What you should do: Copy out each line below containing "namespace".

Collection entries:
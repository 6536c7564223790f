#pragma once
// Small dense quadratic programs with linear constraints, for patches without a closed form.

#include <algorithm>
#include <cmath>
#include <cstddef>
#include <tepor/base/numbers.hpp>
#include <vector>

namespace tepor::detail {

/// A dense convex quadratic with linear constraints that may repeat each other: x = fixed where known.
class SmallProgram {
  public:
    void reset(int n) {
        n_ = n;
        h.assign(as_size(n * n), 0.0);
        g.assign(as_size(n), 0.0);
        x.assign(as_size(n), 0.0);
        known.assign(as_size(n), 0);
        rows.clear();
    }
    double& at(int i, int j) { return h[as_size(i * n_ + j)]; }
    /// A constraint row: n coefficients and the right-hand side.
    std::vector<double>& row() {
        rows.emplace_back(as_size(n_) + 1, 0.0);
        return rows.back();
    }

    void solve() {
        const std::size_t n = as_size(n_);
        // Gauss-Jordan with full pivoting on the rows; what is zero to rounding is a repetition.
        std::vector<int> pivot_of(n, -1);
        double largest = 0.0;
        for (auto& row : rows)
            for (std::size_t j = 0; j < n; ++j) {
                if (known[j]) row[n] -= row[j] * x[j], row[j] = 0.0;
                largest = std::max(largest, std::abs(row[j]));
            }
        std::vector<char> used(rows.size(), 0);
        for (;;) {
            std::size_t best_row = 0, best = 0;
            double size = 1e-9 * largest;
            for (std::size_t i = 0; i < rows.size(); ++i)
                for (std::size_t j = 0; j < n && !used[i]; ++j)
                    if (std::abs(rows[i][j]) > size) size = std::abs(rows[i][j]), best_row = i, best = j;
            if (size <= 1e-9 * largest || rows.empty()) break;
            used[best_row] = 1;
            pivot_of[best] = static_cast<int>(best_row);
            const double scale = 1.0 / rows[best_row][best];
            for (double& v : rows[best_row]) v *= scale;
            for (std::size_t i = 0; i < rows.size(); ++i) {
                if (i == best_row || rows[i][best] == 0.0) continue;
                const double factor = rows[i][best];
                for (std::size_t j = 0; j <= n; ++j) rows[i][j] -= factor * rows[best_row][j];
            }
        }
        // x = base + columns of `map` times the remaining unknowns
        std::vector<std::size_t> free;
        for (std::size_t j = 0; j < n; ++j)
            if (!known[j] && pivot_of[j] < 0) free.push_back(j);
        const std::size_t m = free.size();
        std::vector<double> map(n * m, 0.0), base(n, 0.0);
        for (std::size_t j = 0; j < n; ++j) {
            if (known[j]) base[j] = x[j];
            if (pivot_of[j] < 0) continue;
            const auto& row = rows[as_size(pivot_of[j])];
            base[j] = row[n];
            for (std::size_t q = 0; q < m; ++q) map[j * m + q] = -row[free[q]];
        }
        for (std::size_t q = 0; q < m; ++q) map[free[q] * m + q] = 1.0;
        std::vector<double> hm(n * m, 0.0), reduced(m * m, 0.0), right(m, 0.0), rest(n, 0.0);
        for (std::size_t i = 0; i < n; ++i) {
            rest[i] = g[i];
            for (std::size_t j = 0; j < n; ++j) {
                rest[i] -= h[i * n + j] * base[j];
                for (std::size_t q = 0; q < m; ++q) hm[i * m + q] += h[i * n + j] * map[j * m + q];
            }
        }
        for (std::size_t p = 0; p < m; ++p)
            for (std::size_t i = 0; i < n; ++i) {
                right[p] += map[i * m + p] * rest[i];
                for (std::size_t q = 0; q <= p; ++q) reduced[p * m + q] += map[i * m + p] * hm[i * m + q];
            }
        for (std::size_t p = 0; p < m; ++p) { // Cholesky in place
            for (std::size_t q = 0; q <= p; ++q) {
                double sum = reduced[p * m + q];
                for (std::size_t s = 0; s < q; ++s) sum -= reduced[p * m + s] * reduced[q * m + s];
                reduced[p * m + q] = p == q ? std::sqrt(sum) : sum / reduced[q * m + q];
            }
            for (std::size_t s = 0; s < p; ++s) right[p] -= reduced[p * m + s] * right[s];
            right[p] /= reduced[p * m + p];
        }
        for (std::size_t p = m; p-- > 0;) {
            for (std::size_t s = p + 1; s < m; ++s) right[p] -= reduced[s * m + p] * right[s];
            right[p] /= reduced[p * m + p];
        }
        for (std::size_t j = 0; j < n; ++j) {
            x[j] = base[j];
            for (std::size_t q = 0; q < m; ++q) x[j] += map[j * m + q] * right[q];
        }
    }

    std::vector<double> h, g, x;
    std::vector<char> known;
    std::vector<std::vector<double>> rows;

  private:
    int n_ = 0;
};

} // namespace tepor::detail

Answer:
namespace tepor::detail {
} // namespace tepor::detail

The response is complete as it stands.